In Meditation as Medicine, written by: Dharma Singh Kalsa, MD and Cameron Stauth, the nadis are discussed in terms of their connection to our brain: “Three nadis are of particular importance, because they are connected to the brain’s limbic system, which controls memory and emotion. It also coordinates the functions of the hypothalamus, and helps control the endocrine system’s master gland, the pituitary. These three nadis, the ida, pingala, and sushumna, have a tremendously important effect on the body’s biochemistry.”

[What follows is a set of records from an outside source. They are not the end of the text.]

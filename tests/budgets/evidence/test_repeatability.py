import math

import numpy as np
import pytest
from scipy import stats

from budgets.components import Component
from budgets.errors import EvidenceError
from budgets.evidence.study_data import StudyData, evaluate_study


def evaluated(groups, **options):
    rows = tuple((label, value) for label, values in groups.items() for value in values)
    return evaluate_study("repeatability", StudyData(("sample", "reading"), rows), study="rep", **options)


def codes(evaluation):
    return [warning.code for warning in evaluation.warnings]


def test_the_pooled_variance_is_that_of_an_analysis_of_variance():
    generator = np.random.default_rng(2)
    groups = {f"P{i}": list(generator.normal(3, 0.03, 2 + i % 3)) for i in range(9)}
    estimate = evaluated(groups).estimate("repeatability")
    nu = sum(len(v) - 1 for v in groups.values())
    pooled = sum(np.var(v, ddof=1) * (len(v) - 1) for v in groups.values()) / nu
    assert estimate.variance == pytest.approx(pooled)
    assert estimate.degrees_of_freedom == nu
    assert estimate.interval.lower == pytest.approx(math.sqrt(pooled * nu / stats.chi2.isf(0.025, nu)))
    assert estimate.interval.upper == pytest.approx(math.sqrt(pooled * nu / stats.chi2.ppf(0.025, nu)))
    assert estimate.terms[0].mean_square.code == "rep/repeatability"
    assert estimate.may_feed[0] == "reading"


def test_few_replicates_are_put_into_plain_words():
    evaluation = evaluated({"P0": [3.10, 3.12, 3.08, 3.11, 3.09, 3.13, 3.1, 3.12]})
    warning = next(w for w in evaluation.warnings if w.code == "few-degrees-of-freedom")
    assert "8 replicates know the standard deviation to within -34 % / +104 %" in warning.detail
    assert "one-sample" in codes(evaluation)


def test_many_replicates_need_no_warning():
    generator = np.random.default_rng(3)
    groups = {f"P{i}": list(generator.normal(3, 0.03, 2)) for i in range(60)}
    evaluation = evaluated(groups, readings_decimals=4)
    assert codes(evaluation) == []
    assert evaluation.used == 120


def test_samples_read_once_say_nothing():
    evaluation = evaluated({"P0": [3.1, 3.2], "P1": [3.3, 3.5], "P2": [9.0]})
    assert evaluation.used == 4
    assert "samples-without-replicates" in codes(evaluation)


def test_a_coarse_display_is_told():
    groups = {"P0": [3.1, 3.1], "P1": [3.2, 3.2], "P2": [3.3, 3.31], "P3": [3.4, 3.4]}
    assert "resolution-larger" in codes(evaluated(groups, readings_decimals=1))
    assert "resolution-larger" not in codes(evaluated(groups, readings_decimals=3))


def test_outliers_are_told_and_kept():
    groups = {f"P{i}": [3.1, 3.12, 3.11 + i / 1000] for i in range(8)}
    evaluation = evaluated({**groups, "P8": [3.1, 3.9, 3.11]})
    assert evaluation.used == 27
    details = {w.code: w.detail for w in evaluation.warnings}
    assert "outlier in P8: the spread (Cochran" in details["outlier"]
    # Of three values none can lie far enough out for more than a straggler.
    assert "straggler in P8: 3.9 (Grubbs, one value" in details["straggler"]
    assert "nothing was left out" in details["outlier"]
    assert {f["group"] for f in evaluation.diagnostics["findings"]} == {"P8"}


@pytest.mark.parametrize(
    ("groups", "match"),
    [
        ({"P0": [3.1, 3.1], "P1": [3.1, 3.1]}, "all readings are equal"),
        ({"P0": [3.1], "P1": [3.2]}, "no sample has two replicates"),
        ({"P0": [3.1], "P1": [3.1]}, "no sample has two replicates"),
        ({"P0": [3.1, 3.1], "P1": [3.2, 3.2]}, "declare its resolution"),
    ],
)
def test_data_that_show_no_repeatability_are_refused(groups, match):
    with pytest.raises(EvidenceError, match=match) as caught:
        evaluated(groups)
    assert caught.value.where == ("rows",)


def levels_with_scatter(s0, s1, seed=5, readings=6):
    generator = np.random.default_rng(seed)
    return {f"P{x}": list(x + generator.normal(0, math.hypot(s0, s1 * x), readings)) for x in range(1, 11)}


def test_a_scatter_that_grows_with_the_level_gets_an_estimate_with_two_parts():
    evaluation = evaluated(levels_with_scatter(0.01, 0.03))
    over = evaluation.estimate("repeatability_over_level")
    fit = evaluation.diagnostics["level_dependence"]
    assert fit["significant"] and "level-dependent" in codes(evaluation)
    proportional = over.relative_terms[0]
    assert proportional.mean_square.value == pytest.approx(fit["proportional"] ** 2)
    assert proportional.mean_square.value**0.5 == pytest.approx(0.03, rel=0.25)
    assert 10 < proportional.mean_square.degrees_of_freedom < 50
    assert {t.mean_square.code for t in over.terms} <= {"rep/repeatability_constant"}
    component = Component.from_estimate("scatter", "moisture", None, over, "A")
    assert component.level == "reading"
    assert evaluation.estimate("repeatability").degrees_of_freedom == 50


def test_a_purely_proportional_scatter_has_no_constant_part():
    groups = {f"P{x}": [x - 0.001 * x**2, x + 0.001 * x**2, x] for x in range(1, 11)}
    over = evaluated(groups).estimate("repeatability_over_level")
    assert over.terms == () and over.usable


def test_a_constant_scatter_is_one_figure():
    evaluation = evaluated(levels_with_scatter(0.05, 0.0))
    assert [e.name for e in evaluation.estimates] == ["repeatability"]
    assert not evaluation.diagnostics["level_dependence"]["significant"]
    assert evaluated({"P0": [3.1, 3.2]}).diagnostics["level_dependence"] is None


def test_the_same_replicate_twice_is_one_reading_copied():
    rows = (("P1", 1, 3.1), ("P1", 2, 3.2), ("P1", 1, 3.1), ("P2", 1, 3.0), ("P1", 2.0, 3.3))
    data = StudyData(("sample", "replicate", "reading"), rows)
    with pytest.raises(EvidenceError, match="2 faults") as caught:
        evaluate_study("repeatability", data, study="rep")
    assert [fault.where for fault in caught.value.each()] == [("rows", 2), ("rows", 4)]
    assert "replicate 1 of sample P1 stands in row 1 already" in caught.value.each()[0].message
    fine = StudyData(("sample", "replicate", "reading"), (*rows[:2], *rows[3:4]))
    assert evaluate_study("repeatability", fine, study="rep").used == 2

This connection from eastern thought to western science is what is bringing more and more attention to the benefits of meditation. Among others, meditation has been linked to reducing stress by increasing melatonin and serotonin and reducing cortisol, to improve insomnia and decrease chronic pain. In a 2012 study published by the American Heart Association, TM (Transcendental Meditation) was shown to decrease heart attack and stroke by 48% for those diagnosed with heart disease. “We hypothesized that reducing stress by managing the mind-body connection would help improve rates of this epidemic disease,” said Robert Schneider, M.D., lead researcher “It appears that Transcendental Meditation is a technique that turns on the body’s own pharmacy — to repair and maintain itself.”
As per above, the easiest way to start a meditation practice is to just do it. What about now? Sit up in your chair, close your eyes and take 5 deep breaths in and out. Notice the shifts you feel mentally, energetically, physically. The best reasons to practice meditation are for those that resonate with you, as that will call you back again and again. Namasté.